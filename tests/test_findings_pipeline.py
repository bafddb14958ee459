"""Finding detection through the whole pipeline (score-informed transcription + alignment + comparison).

Fixtures: the held-out deviation pieces (piano waltz, violin minuet) in fixtures/deviations,
rendered with sampled GM soundfonts; injected deviations are the ground truth. A finding
matches an injected deviation by kind, pitch and time within 0.25 s; findings linked to a
hesitation or restart belong to that one event. Measured on 2026-12-02 (third session): on the
held-out pieces F = 0.97 (17 of 18 found, 17 findings), no false finding on the correct
takes; over all 19 deviation takes F = 0.966, every kind >= 0.889. The floors are those figures
minus 0.05 (or one more false finding for the rate). tests/benchmarks/bench_findings.py prints the
figures per take; with --ground-truth it scores the comparison alone (F = 1.0).
"""

from __future__ import annotations

import json
import warnings

import pytest

from takescribe.audio.load import load_audio
from takescribe.jobs.pipeline import compare_take
from takescribe.reference.part import load_reference

from conftest import FIXTURES
from support.matching import match_findings

DEV = FIXTURES / "deviations"
PIECES = ("dev_piano_waltz", "dev_violin_minuet")


def _match(found, injected):
    """Hits of the shared matching of findings to planted mistakes (tests/support/matching.py)."""
    return match_findings(found, injected).hits


@pytest.fixture(scope="module")
def all_results():
    index = json.loads((DEV / "index.json").read_text())
    out = []
    for e in index:
        reference = load_reference(DEV / e["files"]["score"])
        y, sr = load_audio(DEV / e["files"]["audio"])
        with warnings.catch_warnings():
            warnings.simplefilter("ignore")
            comparison, _, _ = compare_take(y, sr, reference, instrument=e["instrument_program"])
        found = [f for f in comparison.to_json()["findings"] if f.get("linked_to") is None]
        injected = json.loads((DEV / e["files"]["deviations"]).read_text())
        out.append((e, len(y) / sr, found, injected))
    return out


@pytest.fixture(scope="module")
def results(all_results):
    return [r for r in all_results if r[0]["piece"] in PIECES]


def test_finding_detection_f_measure(results):
    hits = sum(_match(found, injected) for _, _, found, injected in results)
    n_found = sum(len(found) for _, _, found, _ in results)
    n_injected = sum(len(injected) for _, _, _, injected in results)
    precision, recall = hits / n_found, hits / n_injected
    f = 2 * precision * recall / (precision + recall)
    assert n_injected >= 15
    assert f >= 0.89, f"precision {precision:.2f} recall {recall:.2f} F {f:.2f}"
    assert recall >= 0.89


def test_finding_detection_per_kind_on_every_deviation_take(all_results):
    # the targets over all 19 takes (tuning and held-out pieces): F >= 0.90 overall
    # and >= 0.85 per kind; measured overall 0.956, lowest kind 0.889 (extra, missed), so the
    # per-kind floor is that minus 0.05
    per_kind = {}
    for _, _, found, injected in all_results:
        for kind in {d["kind"] for d in injected} | {f["kind"] for f in found}:
            hits = _match([f for f in found if f["kind"] == kind], [d for d in injected if d["kind"] == kind])
            counts = per_kind.setdefault(kind, [0, 0, 0])
            counts[0] += hits
            counts[1] += sum(f["kind"] == kind for f in found)
            counts[2] += sum(d["kind"] == kind for d in injected)
    total = [sum(c[i] for c in per_kind.values()) for i in range(3)]
    f_overall = 2 * total[0] / (total[1] + total[2])
    assert f_overall >= 0.90, per_kind
    for kind, (hits, n_found, n_injected) in per_kind.items():
        assert n_injected > 0, f"{kind}: {n_found} findings of a kind never injected"
        assert 2 * hits / (n_found + n_injected) >= 0.84, (kind, hits, n_found, n_injected)


def test_false_findings_on_correct_takes(results):
    for e, seconds, found, injected in results:
        if injected:
            continue
        # measured 0 on every correct and tempo take (all 19 deviation takes: 0 on all nine);
        # the floor allows one false finding in a take, at most 1 a minute over them all
        assert len(found) <= 1, f"{e['name']}: {len(found) / (seconds / 60):.1f} false findings per minute"
    correct = [(seconds, found) for _, seconds, found, injected in results if not injected]
    assert sum(len(found) for _, found in correct) / (sum(seconds for seconds, _ in correct) / 60) <= 1.0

### EXERCISE
Copy all of the data above, character for character.

### ANSWER BOX
filename tests/test_findings_pipeline.py
repository bafddb14958ee459
"""Finding detection through the whole pipeline (score-informed transcription + alignment + comparison).

Fixtures: the held-out deviation pieces (piano waltz, violin minuet) in fixtures/deviations,
rendered with sampled GM soundfonts; injected deviations are the ground truth. A finding
matches an injected deviation by kind, pitch and time within 0.25 s; findings linked to a
hesitation or restart belong to that one event. Measured on 2026-12-02 (third session): on the
held-out pieces F = 0.97 (17 of 18 found, 17 findings), no false finding on the correct
takes; over all 19 deviation takes F = 0.966, every kind >= 0.889. The floors are those figures
minus 0.05 (or one more false finding for the rate). tests/benchmarks/bench_findings.py prints the
figures per take; with --ground-truth it scores the comparison alone (F = 1.0).
"""

from __future__ import annotations

import json
import warnings

import pytest

from takescribe.audio.load import load_audio
from takescribe.jobs.pipeline import compare_take
from takescribe.reference.part import load_reference

from conftest import FIXTURES
from support.matching import match_findings

DEV = FIXTURES / "deviations"
PIECES = ("dev_piano_waltz", "dev_violin_minuet")


def _match(found, injected):
    """Hits of the shared matching of findings to planted mistakes (tests/support/matching.py)."""
    return match_findings(found, injected).hits


@pytest.fixture(scope="module")
def all_results():
    index = json.loads((DEV / "index.json").read_text())
    out = []
    for e in index:
        reference = load_reference(DEV / e["files"]["score"])
        y, sr = load_audio(DEV / e["files"]["audio"])
        with warnings.catch_warnings():
            warnings.simplefilter("ignore")
            comparison, _, _ = compare_take(y, sr, reference, instrument=e["instrument_program"])
        found = [f for f in comparison.to_json()["findings"] if f.get("linked_to") is None]
        injected = json.loads((DEV / e["files"]["deviations"]).read_text())
        out.append((e, len(y) / sr, found, injected))
    return out


@pytest.fixture(scope="module")
def results(all_results):
    return [r for r in all_results if r[0]["piece"] in PIECES]


def test_finding_detection_f_measure(results):
    hits = sum(_match(found, injected) for _, _, found, injected in results)
    n_found = sum(len(found) for _, _, found, _ in results)
    n_injected = sum(len(injected) for _, _, _, injected in results)
    precision, recall = hits / n_found, hits / n_injected
    f = 2 * precision * recall / (precision + recall)
    assert n_injected >= 15
    assert f >= 0.89, f"precision {precision:.2f} recall {recall:.2f} F {f:.2f}"
    assert recall >= 0.89


def test_finding_detection_per_kind_on_every_deviation_take(all_results):
    # the targets over all 19 takes (tuning and held-out pieces): F >= 0.90 overall
    # and >= 0.85 per kind; measured overall 0.956, lowest kind 0.889 (extra, missed), so the
    # per-kind floor is that minus 0.05
    per_kind = {}
    for _, _, found, injected in all_results:
        for kind in {d["kind"] for d in injected} | {f["kind"] for f in found}:
            hits = _match([f for f in found if f["kind"] == kind], [d for d in injected if d["kind"] == kind])
            counts = per_kind.setdefault(kind, [0, 0, 0])
            counts[0] += hits
            counts[1] += sum(f["kind"] == kind for f in found)
            counts[2] += sum(d["kind"] == kind for d in injected)
    total = [sum(c[i] for c in per_kind.values()) for i in range(3)]
    f_overall = 2 * total[0] / (total[1] + total[2])
    assert f_overall >= 0.90, per_kind
    for kind, (hits, n_found, n_injected) in per_kind.items():
        assert n_injected > 0, f"{kind}: {n_found} findings of a kind never injected"
        assert 2 * hits / (n_found + n_injected) >= 0.84, (kind, hits, n_found, n_injected)


def test_false_findings_on_correct_takes(results):
    for e, seconds, found, injected in results:
        if injected:
            continue
        # measured 0 on every correct and tempo take (all 19 deviation takes: 0 on all nine);
        # the floor allows one false finding in a take, at most 1 a minute over them all
        assert len(found) <= 1, f"{e['name']}: {len(found) / (seconds / 60):.1f} false findings per minute"
    correct = [(seconds, found) for _, seconds, found, injected in results if not injected]
    assert sum(len(found) for _, found in correct) / (sum(seconds for seconds, _ in correct) / 60) <= 1.0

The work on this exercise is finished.